## [DIRECTIONS FOR THIS TASK]
Go through the data below and gather each line containing "case".

● ● ●

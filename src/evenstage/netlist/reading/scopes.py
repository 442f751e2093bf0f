"""The subcircuits of a netlist while it is read: which one is open, what it holds."""

from __future__ import annotations

from collections import Counter
from dataclasses import dataclass, field, replace
from itertools import chain, pairwise
from typing import TYPE_CHECKING, Final

from evenstage.errors import NetlistError, Notice
from evenstage.netlist.callees import Callees, local_names
from evenstage.netlist.netlist import Subcircuit
from evenstage.netlist.reading.canonical import canonical
from evenstage.source import Span

if TYPE_CHECKING:
    from collections.abc import Sequence

    from evenstage.netlist.netlist import Parameter
    from evenstage.source import SourceText


#: Definitions inside each other; more are a forgotten ``.ends`` each time.
_DEPTH: Final = 100


@dataclass(slots=True)
class _Open:
    """A definition whose ``.ends`` has not been met, or the top level."""

    name: Span | None
    label: str = ""
    ports: tuple[str, ...] = ()
    defaults: tuple[Parameter, ...] = ()
    header: Span | None = None
    body_start: int = 0
    assignments: list[Parameter] = field(default_factory=list)
    ranges: list[range] = field(default_factory=list)

    @property
    def key(self) -> str:
        return self.label.lower()

    def closed(self, body: Span | None, end_name: Span | None) -> Subcircuit:
        """Return the finished definition."""
        return Subcircuit(
            name=self.label,
            ports=self.ports,
            defaults=self.defaults,
            assignments=tuple(self.assignments),
            cards=_joined(self.ranges),
            header=self.header,
            name_span=self.name,
            body=body,
            end_name_span=end_name,
        )


def _joined(ranges: list[range]) -> Sequence[int]:
    if not ranges:
        return range(0)
    contiguous = all(a.stop == b.start for a, b in pairwise(ranges))
    if contiguous:
        return range(ranges[0].start, ranges[-1].stop)
    return tuple(chain.from_iterable(ranges))


class Scopes:
    """The stack of open definitions and the finished ones."""

    def __init__(self) -> None:
        self._stack = [_Open(None)]
        self._first = 0
        self._bodies: dict[str, tuple[SourceText, int, int]] = {}
        self._parents: dict[str, str] = {}
        self._plain: dict[str, str] = {}
        self._same: dict[str, str] = {}
        self._spellings: dict[str, dict[str, str]] = {}
        self.subcircuits: dict[str, Subcircuit] = {}
        #: By the key of each definition that of the one around it, once they are settled.
        self.parents: dict[str, str] = {}
        self.notices: list[Notice] = []
        #: The first port that differs from another of its definition by case alone.
        self.clash: Span | None = None

    @property
    def current(self) -> str:
        """Key of the innermost open definition, as ``finish`` takes it; empty: top level."""
        return self._stack[-1].key

    @property
    def depth(self) -> int:
        """How many definitions are open."""
        return len(self._stack) - 1

    @property
    def assignments(self) -> tuple[Sequence[Parameter], frozenset[str]]:
        """The parameters of the top level so far, and the names that open definitions mask."""
        inner = [p for one in self._stack[1:] for p in (*one.defaults, *one.assignments)]
        return self._stack[0].assignments, frozenset(p.name for p in inner)

    def assign(self, parameters: tuple[Parameter, ...]) -> None:
        """Take the parameters of a ``.param`` card."""
        self._stack[-1].assignments.extend(parameters)

    def _cut(self, cards: int) -> None:
        """Give the cards read since the last change to the definition that holds them."""
        if cards > self._first:
            self._stack[-1].ranges.append(range(self._first, cards))
        self._first = cards

    def open(
        self,
        header: Span,
        name: Span,
        ports: tuple[Span, ...],
        defaults: tuple[Parameter, ...],
        cards: int,
    ) -> None:
        """Begin a definition; ``cards`` is how many element cards came before it.

        Raises
        ------
        NetlistError
            If two ports have one name, or too many definitions are open.
        """
        seen: dict[str, set[str]] = {}
        for port in ports:
            spellings = seen.setdefault(port.text.lower(), set())
            if port.text in spellings:
                message = f"'{name.text}' has two ports named '{port.text}'"
                raise NetlistError(message, code="duplicate-port", span=port)
            if spellings and self.clash is None:
                self.clash = port
            spellings.add(port.text)
        if self.depth >= _DEPTH:
            message = f"subcircuits are defined inside each other more than {_DEPTH} deep"
            raise NetlistError(message, code="unmatched-subckt", span=header)
        self._cut(cards)
        names = tuple(port.text for port in ports)
        start = line_start(header.source, header.start)
        label = self._label(name.text)
        self._parents[label.lower()] = self.current
        self._plain[label.lower()] = name.text.lower() if self.depth else label.lower()
        self._stack.append(_Open(name, label, names, defaults, header, start))

    def _label(self, name: str) -> str:
        """Return what a new definition is called, so that no other one is in its place.

        One inside another has the other's name before it. One whose name differs from an earlier
        one's by case alone has a quotation mark behind it, which no name in the text has.
        """
        if self._stack[-1].name is not None:
            return f"{self._stack[-1].label}.{name}"
        spelt = self._spellings.setdefault(name.lower(), {})
        key = spelt.setdefault(name, name.lower() + "'" * len(spelt))
        return name + "'" * (len(key) - len(name))

    def close(self, card: Span, end_name: Span | None, line_end: int, cards: int) -> None:
        """End the innermost definition.

        Parameters
        ----------
        card : Span
            The ``.ends`` card.
        end_name : Span, optional
            The name on it.
        line_end : int
            Where the line after it begins.
        cards : int
            How many element cards have been read.

        Raises
        ------
        NetlistError
            If none is open, or one of another name.
        """
        opened = self._stack[-1]
        if opened.name is None:
            raise NetlistError(
                "no '.subckt' is open for this '.ends'", code="unmatched-ends", span=card
            )
        if end_name is not None and end_name.text.lower() != opened.name.text.lower():
            message = f"this '.ends' names '{end_name.text}', but '{opened.name.text}' is open"
            raise NetlistError(
                message, code="unmatched-ends", span=end_name, notes=(_begins(opened),)
            )
        if end_name is None and self.depth > 1:
            self._note_bare(card, opened)
        self._cut(cards)
        self._stack.pop()
        body = Span(card.source, opened.body_start, line_end)
        place = (card.source, opened.body_start, card.start)
        self._define(opened.closed(body, end_name), place)

    def _define(self, subcircuit: Subcircuit, place: tuple[SourceText, int, int]) -> None:
        """Add a definition; a later one of the same name replaces an earlier one."""
        key = subcircuit.name.lower()
        if self._is_like_another(subcircuit, place):
            return
        earlier = self.subcircuits.get(key)
        if earlier is not None:
            if _words(*self._bodies[key]) == _words(*place):
                return
            assert earlier.name_span is not None
            assert subcircuit.name_span is not None
            where = subcircuit.name_span.place
            message = (
                f"'{subcircuit.name}' was defined otherwise at {earlier.name_span.place}; "
                "the later definition counts"
            )
            self.notices.append(Notice("duplicate-subcircuit", message, where, (subcircuit.name,)))
        self.subcircuits[key] = subcircuit
        self._bodies[key] = place

    def _is_like_another(self, subcircuit: Subcircuit, place: tuple[SourceText, int, int]) -> bool:
        """Tell whether a definition only repeats one that is spelt in other case."""
        key = subcircuit.name.lower()
        plain = key.rstrip("'")
        if key == plain:
            return False
        if _words(*self._bodies[plain]) == _words(*place):
            self._same[key] = plain
            return True
        if key not in self.subcircuits:
            name, other = subcircuit.name.rstrip("'"), self.subcircuits[plain].name
            message = (
                f"'{name}' and '{other}' are different subcircuits, so in their names case counts; "
                f"'{name}' is called {subcircuit.name} in reports"
            )
            assert subcircuit.name_span is not None
            place_of = subcircuit.name_span.place
            self.notices.append(Notice("case-counts", message, place_of, (name, other)))
        return False

    def _note_bare(self, card: Span, opened: _Open) -> None:
        assert opened.name is not None
        if any(notice.code == "bare-ends" for notice in self.notices):
            return
        outer = self._stack[-2].label
        message = (
            f"an '.ends' without a name ends the innermost subcircuit, here '{opened.name.text}' "
            f"inside '{outer}'; a name behind it can say otherwise"
        )
        self.notices.append(Notice("bare-ends", message, card.place, (opened.name.text,)))

    def check_closed(self, depth: int) -> None:
        """Refuse definitions still open beyond a depth, at the end of a file.

        Raises
        ------
        NetlistError
            If there is one.
        """
        if self.depth > depth:
            opened = self._stack[-1]
            assert opened.name is not None
            message = f"no '.ends' closes '{opened.name.text}'"
            raise NetlistError(message, code="unmatched-subckt", span=opened.header)

    def check_not_below(self, depth: int, source: SourceText) -> None:
        """Refuse a file that closes a definition another file has opened."""
        if self.depth < depth:
            end = Span(source, len(source.data), len(source.data))
            message = "this file closes a '.subckt' that the file including it has opened"
            raise NetlistError(message, code="unmatched-ends", span=end)

    def finish(self, cards: int) -> Subcircuit:
        """Return the top level; after that, ``subcircuits`` are all there are."""
        self._cut(cards)
        return self._stack[0].closed(None, None)

    def settle(self) -> tuple[Callees, dict[str, str]]:
        """Give definitions inside others their plain names where nothing else has them.

        Returns
        -------
        callees : Callees
            What names mean that several definitions have.
        renamed : dict of str to str
            The keys of definitions by those ``current`` gave before, where they differ.
        """
        plain = self._plain
        counts = Counter(plain[key] for key in self.subcircuits)
        moved = {key: plain[key] for key in self.subcircuits if counts[plain[key]] == 1}
        renamed = {old: new for old, new in {**self._same, **moved}.items() if old != new}
        self.subcircuits = {
            moved.get(key, key): replace(one, name=_written(one)) if key in renamed else one
            for key, one in self.subcircuits.items()
        }
        parents = self.parents = {
            moved.get(key, key): moved.get(outer, outer) for key, outer in self._parents.items()
        }
        names = {key: plain[key] for key in self.subcircuits if key in plain and plain[key] != key}
        spellings = {
            name: spelt
            for name, some in self._spellings.items()
            if len(spelt := {s: self._same.get(k, k) for s, k in some.items()}) > 1
            and len(set(spelt.values())) > 1
        }
        return Callees(local_names(parents, names) if names else {}, spellings), renamed


def _words(source: SourceText, start: int, end: int) -> list[bytes]:
    """Return the words of some cards."""
    return canonical(source.data[start:end]).split()


def _written(subcircuit: Subcircuit) -> str:
    assert subcircuit.name_span is not None
    return subcircuit.name_span.text


def _begins(opened: _Open) -> str:
    assert opened.name is not None
    assert opened.header is not None
    return f"inside subcircuit '{opened.name.text}', which begins at {opened.header.place}"


def line_start(source: SourceText, offset: int) -> int:
    """Return where the line of an offset begins."""
    feed = source.data.rfind(b"\n", 0, offset)
    return max(feed, source.data.rfind(b"\r", feed + 1, offset)) + 1
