"""The ``.model`` cards of a netlist while it is read: those of everybody, those of a subcircuit."""

from __future__ import annotations

import re
from contextlib import suppress
from typing import TYPE_CHECKING, Final, NamedTuple

from evenstage.errors import ElaborationError
from evenstage.netlist.callees import local_names
from evenstage.netlist.netlist import ModelCard

if TYPE_CHECKING:
    from collections.abc import Iterable, Mapping

    from evenstage.netlist.netlist import Parameter
    from evenstage.netlist.parameters import Scope
    from evenstage.netlist.reading.scopes import Scopes
    from evenstage.source import Span

#: Ends the names of the bins of one model.
_BIN: Final = re.compile(r"\.\d+$")


class WrittenModel(NamedTuple):
    """A ``.model`` card as written."""

    name: str
    kind: str
    parameters: tuple[Parameter, ...]
    span: Span


class ModelCards:
    """All ``.model`` cards; a later one replaces an earlier one of its name and place."""

    def __init__(self) -> None:
        self._found: dict[tuple[str, str], WrittenModel] = {}

    def add(self, scope: str, model: WrittenModel) -> None:
        """Take a card that stands in a definition; empty: at the top level."""
        self._found[scope, model.name.lower()] = model

    def settle(
        self, scopes: Scopes, renamed: Mapping[str, str], globals_: Scope
    ) -> tuple[dict[str, ModelCard], dict[tuple[str, str], str]]:
        """Return the cards by key, and what names mean inside definitions.

        Parameters
        ----------
        scopes : Scopes
            The definitions, settled.
        renamed : Mapping of str to str
            Keys of definitions by those they had while they were read, where they differ.
        globals_ : Scope
            The parameters that values may use.
        """
        models: dict[str, ModelCard] = {}
        local: dict[str, tuple[str, str]] = {}
        for (place, _), (name, kind, parameters, span) in self._found.items():
            scope = renamed.get(place, place)
            full = f"{scope}.{name}" if scope else name
            models[full.lower()] = ModelCard(full, kind, numbers_among(parameters, globals_), span)
            if scope:
                key = _BIN.sub("", full.lower())
                local[key] = (scope, _BIN.sub("", name.lower()))
        inside = {key: scope for key, (scope, _) in local.items()}
        names = {key: name for key, (_, name) in local.items()}
        return models, local_names({**inside, **scopes.parents}, names) if names else {}


def numbers_among(parameters: Iterable[Parameter], scope: Scope) -> dict[str, float]:
    """Return the parameters that have a number; the others mean nothing to us."""
    values = {}
    for one in parameters:
        with suppress(ElaborationError):
            values[one.name] = scope.of(one)
    return values
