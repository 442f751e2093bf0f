"""How the shape of a card is learned from the card itself, once Lark has read it."""

from __future__ import annotations

import re
from functools import cache
from typing import TYPE_CHECKING, Final

from evenstage.netlist.grammar import ENCODING, terminal
from evenstage.netlist.reading.shapes import BETWEEN_WORDS, PLAIN_WORDS, Piece, Shape, possessive

if TYPE_CHECKING:
    from evenstage.netlist.reading.shapes import Role
    from evenstage.netlist.reading.statement import Mark, Statement

_LEARNABLE: Final = frozenset({"transistor", "call", "passive"})
_SIGNS: Final = frozenset({"EQUAL", "SLASH", "PARAMS", "OPEN", "CLOSE", "OFF"})


def learn(statement: Statement, text: bytes) -> Shape | None:
    """Return the shape of a card Lark has read, or None for cards that are always left to Lark.

    Parameters
    ----------
    statement : Statement
        The card.
    text : bytes
        Canonical text of its file.
    """
    if statement.rule not in _LEARNABLE:
        return None
    letter = chr(text[statement.marks[0].start])
    shape = Shape(letter, tuple(_pieces(statement, text)))
    return shape if _agrees(shape, statement, text) else None


def _pieces(statement: Statement, text: bytes) -> list[Piece]:
    """Return the pieces of the expression, one per terminal or run of nets."""
    marks = statement.marks
    # One terminal stands for several kinds of card, a shape for one.
    letter = chr(text[marks[0].start])
    pieces = [Piece(f"(?={letter}){possessive(marks[0].terminal)}", "name")]
    position = 1
    while position < len(marks):
        mark = marks[position]
        if _is_key(marks, position):
            written = text[mark.start : mark.end]
            name = written.decode("utf-8", "surrogateescape").lower()
            pieces.append(Piece(re.escape(written.decode(ENCODING)), "key", name))
        elif _begins_run(statement.rule, mark, pieces[-1]):
            while marks[position + 1 : position + 2] and _continues_run(marks, position + 1):
                position += 1
            word = possessive("WORD")
            general = f"{word}(?:{BETWEEN_WORDS}{word})*"
            pieces.append(Piece(f"(?:{PLAIN_WORDS}|{general})", "nodes"))
        elif mark.terminal in _SIGNS:
            pieces.append(Piece(_sign(mark.terminal), None))
        else:
            role = _role(statement, pieces)
            pieces.append(Piece(_guard(statement, pieces) + possessive(mark.terminal), role))
        position += 1
    return pieces


@cache
def _sign(name: str) -> str:
    """Return the expression of a sign; where a word can begin, as with a slash, it is no sign."""
    return f"(?!{possessive('WORD')}){terminal(name)}" if name == "SLASH" else terminal(name)


def _is_key(marks: tuple[Mark, ...], position: int) -> bool:
    return position + 1 < len(marks) and marks[position + 1].terminal == "EQUAL"


def _continues_run(marks: tuple[Mark, ...], position: int) -> bool:
    return marks[position].terminal == "WORD" and not _is_key(marks, position)


def _begins_run(rule: str, mark: Mark, before: Piece) -> bool:
    # After these signs a call's next word is the subcircuit.
    ends = {_sign("SLASH"), _sign("CLOSE")}
    return mark.terminal == "WORD" and rule == "call" and before.pattern not in ends


def _guard(statement: Statement, before: list[Piece]) -> str:
    """Return what keeps a word from being a sign where the grammar would rather have that.

    From the sixth word of a transistor on, ``off`` may stand in the place of a word.
    """
    words = sum(piece.role == "node" for piece in before)
    bracketed = any(piece.pattern == terminal("OPEN") for piece in before)
    signs = statement.rule == "transistor" and words > 4 and not bracketed
    return f"(?!{terminal('OFF')})" if signs and before[-1].pattern != "=" else ""


def _role(statement: Statement, before: list[Piece]) -> Role:
    if before[-1].pattern == "=":
        return "value"
    if statement.rule == "call":
        return "target"
    nodes = sum(piece.role == "node" for piece in before)
    if statement.rule == "transistor":
        return "node" if nodes < statement.pins else "target"
    return "node" if nodes < 2 else "argument"


def _agrees(shape: Shape, statement: Statement, text: bytes) -> bool:
    """Tell whether the expression finds the same words in the card as Lark did."""
    match = shape.row.match(text, statement.marks[0].start)
    if match is None:
        return False
    edges = {edge for mark in statement.marks for edge in (mark.start, mark.end)}
    return all(set(match.span(g)) <= edges for g in range(1, shape.row.groups + 1))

● ● ●

## [REPLY TO THE TASK]
        #: The first port that differs from another of its definition by case alone.
        one's by case alone has a quotation mark behind it, which no name in the text has.
        """Tell whether a definition only repeats one that is spelt in other case."""
                f"'{name}' and '{other}' are different subcircuits, so in their names case counts; "
            self.notices.append(Notice("case-counts", message, place_of, (name, other)))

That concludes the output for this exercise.